Reduce, Reuse, Recycle: Is Perturbed Data better than Other Language augmentation for Low Resource Self-Supervised Speech Models
Asad Ullah, Alessandro Ragano, Andrew Hines
TL;DR
This paper tackles the data scarcity challenge in self-supervised speech representation learning (SSRL) for low-resource languages by comparing cross-lingual pre-training with artificial data augmentation during pre-training. Using an APC-based model trained on a 25-hour English proxy, the study examines pitch-only, noise-only, and combined pitch+noise augmentations versus adding other languages (African-accented English, Mandarin) and evaluates on phoneme recognition.
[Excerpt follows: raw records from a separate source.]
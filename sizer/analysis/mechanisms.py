"""Mechanisms: a load case that does work on a free rigid-body motion of the supported member
cannot be in equilibrium; the motion is named (freedoms and the parts between hinges that move)
with a fix, as one InputError.
"""

from __future__ import annotations

import numpy as np

from sizer.analysis.layout import Layout
from sizer.analysis.problems import Problem
from sizer.errors import InputError
from sizer.model import Member

ENGAGED_TOLERANCE = 1e-9  # relative work of a load on a free rigid-body motion that counts as a mechanism


def engaged_modes(problem: Problem, load: np.ndarray, length: float) -> np.ndarray | None:
    """The rigid-body motion (a, b per part) that the load drives, or None when it does no work on
    any free motion. `load`: (size,) nodal loads."""
    if problem.modes.shape[1] == 0:
        return None
    is_rotation = np.ones(problem.size, bool)
    is_rotation[problem.translation] = False
    scale = np.sum(np.abs(load[~is_rotation])) + np.sum(np.abs(load[is_rotation])) / length
    work = problem.modes.T @ load
    if scale == 0 or np.max(np.abs(work)) <= ENGAGED_TOLERANCE * scale:
        return None
    return problem.mode_params @ work


def _describe_motion(problem: Problem, params: np.ndarray, length: float, tol: float) -> tuple[list[str], list[tuple[float, float]]]:
    """Freedom names and part extents of a driven rigid-body motion."""
    main = problem.moving[0]
    if not problem.bending:
        return [main], []
    rotation = problem.moving[1]
    size = np.max(np.abs(params))
    names: list[str] = []
    moving_parts: list[tuple[float, float]] = []
    for part, (lo, hi) in enumerate(problem.mode_parts):
        a, b = params[2 * part], params[2 * part + 1]
        if max(abs(a), abs(b)) <= 1e-6 * size:
            continue
        moving_parts.append((lo, hi))
        if abs(b) <= 1e-6 * size:
            found = [main]
        else:
            centre = (lo + hi) / 2
            pivot = centre - a * length / b
            found = [rotation] if lo - tol <= pivot <= hi + tol else [main, rotation]
        names += [name for name in found if name not in names]
    return names, moving_parts


_FIXES = {
    "axial": "hold ux at one support (a pin or fixed), or remove the axial loads (fx, wx)",
    "torsion": "hold rx at one support (fixed, pin and roller all hold it), or remove the torques (mx)",
    "xy": "hold uy at two supports or add a fixed support (holds rz) on each part between hinges, or remove the fy, wy and mz loads",
    "xz": "hold uz at two supports or add a fixed support (holds ry) on each part between hinges, or remove the fz, wz and my loads",
}


def mechanism_error(member: Member, case: str, findings: list[tuple[Problem, np.ndarray]], layout: Layout) -> InputError:
    """The InputError for the driven rigid-body motions found in one load case."""
    names: list[str] = []
    parts: list[tuple[float, float]] = []
    for problem, params in findings:
        found_names, found_parts = _describe_motion(problem, params, layout.length, layout.tol)
        names += [name for name in found_names if name not in names]
        parts += [part for part in found_parts if part not in parts and len(problem.mode_parts) > 1]
    where = ""
    if parts:
        where = " (" + ", ".join(f"the part from {lo:g} m to {hi:g} m" for lo, hi in parts) + ")"
    label = case if case else "(unnamed)"
    fixes = "; ".join(_FIXES[problem.name] for problem, _ in findings)
    return InputError(member.source, "supports", f"mechanism: the member is free to move in {', '.join(names)}{where} under load case '{label}'", fixes)
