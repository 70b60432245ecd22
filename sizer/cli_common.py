"""What every command shares: one line and exit code 2 for bad input, the unit-system option."""

from __future__ import annotations

from typing import Callable

import typer

from sizer.errors import InputError

UNIT_SYSTEMS = ("si", "us")


def unit_system(value: str) -> str:
    """The --units value ("si" or "us"); InputError (one line) for anything else."""
    if value not in UNIT_SYSTEMS:
        raise InputError("", "--units", f"unknown unit system {value[:40]!r}", "use --units si or --units us")
    return value


def run_guarded(work: Callable[[], int]) -> None:
    """Run a command body; bad input, a file that cannot be read or written, or a request that runs
    out of memory -> one line on stderr, exit 2; otherwise exit with its code."""
    try:
        code = work()
    except InputError as error:
        typer.echo(f"sizer: {error}", err=True)
        raise typer.Exit(2) from None
    except MemoryError:
        typer.echo("sizer: the request needs more memory than this machine has (fix: check fewer combinations or pattern "
                   "arrangements at once, e.g. pattern fewer spans, or use --combination)", err=True)
        raise typer.Exit(2) from None
    except OSError as error:
        where = f"{error.filename}: " if error.filename else ""
        typer.echo(f"sizer: {where}{error.strerror or error} (fix: check the path and its permissions)", err=True)
        raise typer.Exit(2) from None
    raise typer.Exit(code)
The results show that combined pitch and noise augmentation delivers the strongest downstream gains, outperforming accent and cross-lingual transfer, and that roughly 17× augmentation is required to match performance achieved with target-language data. The findings suggest augmentation as a practical strategy to bolster SSRL in resource-constrained settings and highlight potential synergy with cross-lingual pre-training, with future work including TTS-based augmentation and broader open-source model applications.
Abstract
Self-supervised representation learning (SSRL) has demonstrated superior performance than supervised models for tasks including phoneme recognition. Training SSRL models poses a challenge for low-resource languages where sufficient pre-training data may not be available. A common approach is cross-lingual pre-training. Instead, we propose to use audio augmentation techniques, namely: pitch variation, noise addition, accented target language and other language speech to pre-train SSRL models in a low resource condition and evaluate phoneme recognition. Our comparisons found that a combined synthetic augmentations (noise/pitch) strategy outperformed accent and language knowledge transfer. Furthermore, we examined the scaling factor of augmented data to achieve equivalent performance to model pre-trained with target domain speech. Our findings suggest that for resource-constrained languages, combined augmentations can be a viable option than other augmentations.